One lesson from AIS, however, is the difficulty of obtaining traction for any voluntary threat intelligence sharing programme, at least when such a programme is “sub-scale.” Like any network-based model, the marginal value derived from AIS is small for the first few participants, even given the public sector’s contribution. However, as AIS becomes broadly adopted, each marginal would-be participant would likely derive greater value and thus more would join (a version of a “flywheel” effect).
Connecting policy to values
Research, data and intelligence-sharing policy implicate a number of values including, most importantly, security, economic value, accountability and fairness:
- Greater data sharing is likely to lead to greater security, particularly over the longer term. In the short run, greater data sharing may have an ambiguous impact as security practitioners learn to use and deploy analytical tools to ingest and process more data and draw insights. However, in the long run, as simpler forms of data analysis become automated and accessible tools augment human reasoning, greater data sharing should lead to greater collective security.
- Greater security will be realized over the longer term, meaning that the economic value of reduced costs from cyberincidents will also be realized over the longer term. That said, in the short term, greater data sharing is likely to impose significant capital and operating expenditures. Not only will sharing at machine speed require investing in new tools, but intelligently leveraging these tools and training new cyberprofessionals to use and embed them as part of the security workflow will be costly.

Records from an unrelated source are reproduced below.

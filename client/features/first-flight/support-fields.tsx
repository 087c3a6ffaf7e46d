import { Button } from '#client/components/ui/button.tsx';
import { NumberField } from '#client/components/ui/number-field.tsx';
import { LIMITS } from '#shared/schemas/limits.ts';
import type { FlightDraft } from './draft.ts';

type Support = FlightDraft['supports'][number];

interface SupportFieldsProps {
  support: Support;
  sideways: boolean;
  onChange: (support: Support) => void;
  onRemove: (() => void) | undefined;
}

const PLACE = { min: LIMITS.coordinateMm.min, max: LIMITS.coordinateMm.max };

/** One scale under the model: what it shows, what stands on it besides, and where it carries. */
export function SupportFields({ support, sideways, onChange, onRemove }: SupportFieldsProps) {
  const { name, reading, tare, x, y } = support;
  const put = (changes: Partial<Support>) => onChange({ ...support, ...changes });
  return (
    <fieldset className="mt-3">
      <legend className="flex w-full items-center justify-between font-semibold">
        {name}
        {onRemove && (
          <Button variant="plain" className="text-note" onClick={onRemove}>
            Take away<span className="sr-only"> {name}</span>
          </Button>
        )}
      </legend>
      <div className="mt-1 grid grid-cols-[1.2fr_1fr_0.8fr] gap-x-3">
        <NumberField
          label={<Labelled name={name} what="Shows" />}
          keepRoom={false}
          quantity="mass"
          value={reading}
          min={0}
          max={LIMITS.massG.max}
          className="text-heading"
          onChange={(value) => put({ reading: value })}
        />
        <NumberField
          label={<Labelled name={name} what="Stands at" />}
          keepRoom={false}
          quantity="length"
          value={x}
          {...PLACE}
          onChange={(value) => put({ x: value })}
        />
        <NumberField
          label={<Labelled name={name} what="Tare" />}
          keepRoom={false}
          quantity="mass"
          value={tare}
          min={0}
          max={LIMITS.massG.max}
          onChange={(value) => value !== null && put({ tare: value })}
        />
        {sideways && (
          <div className="col-span-3">
            <NumberField
              label={<Labelled name={name} what="Out to starboard" />}
              quantity="length"
              value={y}
              {...PLACE}
              hint="Port of the middle is a minus."
              onChange={(value) => value !== null && put({ y: value })}
            />
          </div>
        )}
      </div>
    </fieldset>
  );
}

/** Of several fields of a name it is told which. */
const Labelled = ({ name, what }: { name: string; what: string }) => (
  <>
    <span className="sr-only">{name}: </span>
    {what}
  </>
);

- Greater data sharing generally increases accountability for all ecosystem participants. Entities in the public and private sectors will need to take responsibility both for contributing actionable intelligence and for acting on the intelligence shared by ecosystem participants. Divergent sharing models, for example mandating the private sector to share intelligence with the public sector without a reciprocal demand, result in differential accountability. In the example, the private sector has increased accountability whereas the public sector does not.